Ludwig's war came with casualties too. The extreme actions of Ludwig, the RCMP and EnCana Corporation all played a role in the tragic death of 16-year-old Karman Willis. She was one of several joy-riding teenagers who drove onto Ludwig's property in June 1999 in two separate trucks at four o'clock in the morning.
As the sons and daughters of oil patch workers, they came to be scared at the haunted house in the woods. They did not reckon that others might be scared too. When the trucks roared back for a second fright, shots rang out. One bullet found Willis and killed her.
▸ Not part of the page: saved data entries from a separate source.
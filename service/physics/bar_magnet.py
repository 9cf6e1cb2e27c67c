"""A rectangular bar magnet under the poles or beside their lower ends."""

import math
from dataclasses import dataclass
from typing import Final

import numpy as np

from service.physics.arguments import finite, positive
from service.physics.gauss import gauss_legendre
from service.physics.magnet import MagnetGrade
from service.physics.rod_mesh import Floats

_AVERAGE: Final = 10
# Keeps 0/0 finite on an edge of the bar.
_TINY: Final = 1e-250
_CONTACT: Final = 1e-9


@dataclass(frozen=True, slots=True)
class BarMagnet:
    """A bar with its upper face at `top`, north pole up or, `across`, toward +y.

    Attributes:
        length, width: along x and y, m.
        thickness: along the axis, m.
        top: height of its upper face over the coil's mid-plane, m.
        grade: of the magnet.
        x, y: place of its middle, m.
        across: magnetised through its width, as a bar between two rows of poles is, instead of
            through its thickness, as a bar under a row is.
    """

    length: float
    width: float
    thickness: float
    top: float
    grade: MagnetGrade
    x: float = 0.0
    y: float = 0.0
    across: bool = False

    def __post_init__(self) -> None:
        for name in ("length", "width", "thickness"):
            object.__setattr__(self, name, positive(name, getattr(self, name)))
        for name in ("top", "x", "y"):
            object.__setattr__(self, name, finite(name, getattr(self, name)))

    @property
    def volume(self) -> float:
        """In m3."""
        return self.length * self.width * self.thickness

    def field(self, points: Floats) -> Floats:
        """Return H outside the bar for a magnetisation of one, dimensionless, at x, y, z in m.

        Closed form of two evenly charged rectangles. Places on the bar's surface count as
        outside it.
        """
        offset = points - np.array([self.x, self.y, self.top - 0.5 * self.thickness])
        sizes = np.array([self.length, self.width, self.thickness])
        # Turned so that the last axis is that of the magnetisation.
        order = [2, 0, 1] if self.across else [0, 1, 2]
        offset, (half_u, half_v, half_w) = offset[..., order], 0.5 * sizes[order]
        to_north, to_south = offset.copy(), offset
        to_north[..., 2] -= half_w
        to_south[..., 2] += half_w
        for away, sign in ((to_north[..., 2], 1.0), (to_south[..., 2], -1.0)):
            away[np.abs(away) < _CONTACT * half_w] = sign * _CONTACT * half_w
        field = _sheet_field(to_north, half_u, half_v) - _sheet_field(to_south, half_u, half_v)
        back: Floats = field[..., np.argsort(order)]
        return back

    def demagnetising_factor(self) -> float:
        """Return the factor along the magnetisation, averaged over the volume, to 1e-3."""
        node, weight = gauss_legendre(_AVERAGE)
        shape = 0.125 * weight[:, None, None] * weight[:, None] * weight
        points = np.stack(
            np.meshgrid(
                self.x + 0.5 * self.length * node,
                self.y + 0.5 * self.width * node,
                self.top + 0.5 * self.thickness * (node - 1.0),
                indexing="ij",
            ),
            axis=-1,
        )
        along = self.field(points)[..., 1 if self.across else 2]
        return -float(np.sum(shape * along))


def _sheet_field(offset: Floats, half_x: float, half_y: float) -> Floats:
    """Field of a rectangle in z = 0 with unit charge density."""
    field = np.zeros(offset.shape)
    z = offset[..., 2]
    for sign_x in (1.0, -1.0):
        u = offset[..., 0] - sign_x * half_x
        for sign_y in (1.0, -1.0):
            v = offset[..., 1] - sign_y * half_y
            sign = sign_x * sign_y
            distance = np.sqrt(u * u + v * v + z * z)
            field[..., 0] += sign * np.arcsinh(v / np.sqrt(u * u + z * z + _TINY))
            field[..., 1] += sign * np.arcsinh(u / np.sqrt(v * v + z * z + _TINY))
            field[..., 2] += sign * np.arctan(u * v / (z * distance + np.copysign(_TINY, z)))
    scaled: Floats = field * np.array([-1.0, -1.0, 1.0]) / (4.0 * math.pi)
    return scaled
The government of Alberta failed to conduct a public inquiry.
Jailhouse lessons on Hell
After being charged with a number of offences related to the four-year-long war in the bush, Ludwig spent 18 months in prison where the inmates all agreed that he looked much taller on television. He held religious discussions with fellow convicts and even studied an old Dutch treatise on Hell.
In recent years Ludwig held his Shakespearean rage in check and even mellowed. He concentrated on building a low-energy Christian community largely run by his highly competent sons and daughters.
In 2008 his family again became the focus of another multi-million dollar police investigation when a group of anonymous bombers targeted EnCana's aggressive shale gas plays in British Columbia just a half hour away from Ludwig's home.
It was North America's first war against hydraulic fracturing and it started with a warning letter addressed to EnCana that read, "You simply can't win this fight because you are on the wrong side of the argument."
Attacks on pipelines, a well head and a facility shack prompted a massive investigation led by Canada's anti-terrorist Integrated Security Enforcement Team (INSET).
Despite 250 investigators combing several provinces (many landowners near Dawson Creek and Tom's Lake were treated like Taliban suspects) and EnCana's offer of a $500,000 reward, no bomber was ever found.
In 2009 Ludwig wrote a public letter to the bombers hinting that he knew them intimately: "I want to encourage you not to let anger about such stupidity get the best of you and to realize that these conflicts can ultimately be settled by the use of force but by way of informed and patient persuasion."
During the second investigation the RCMP suggested at one point that they found Ludwig's DNA on a letter threatening EnCana, but no real evidence ever surfaced.
After a team of 200 well-armed officers swarmed his home for a fifth search in 2010, Ludwig invited some senior constables back in for dinner. They accepted.
Christianity and violence
Before he died Ludwig and his family read and discussed a book by Jacques Ellul, the French philosopher. The book was titled Violence: Reflections from a Christian Perspective. Wrote Ellul: "The better we understand that violence is necessary, indispensable, inevitable, the better shall we be able to reject and oppose it."
Ludwig, who died at the age of 70, will be remembered as a complicated and often angry man who raised unsettling questions about individual rights, corporate power, police methods and government accountability in a petro state.
David York, a Toronto filmmaker who made a documentary on the Ludwig's battles for the National Film Board described the preacher as "a flawed and very powerful, articulate, conflicted campaigner." Most industry folk called Ludwig a terrorist.
Ludwig often reminded Albertans in the rudest and most uncomfortable way possible that oil and gas development is not a win-win situation. It remains a poorly regulated affair that routinely sacrifices the livelihoods, livestock and water of rural citizens for corporate greed, government revenue and careless urban consumption.
Joshua Ludwig released a letter saying the family would not comment on the man's passing. However the letter observed and "appreciated a more balanced coverage by the media of a difficult struggle against the insidious effects of mankind's assault on our environment, a struggle which is shared by men and women everywhere."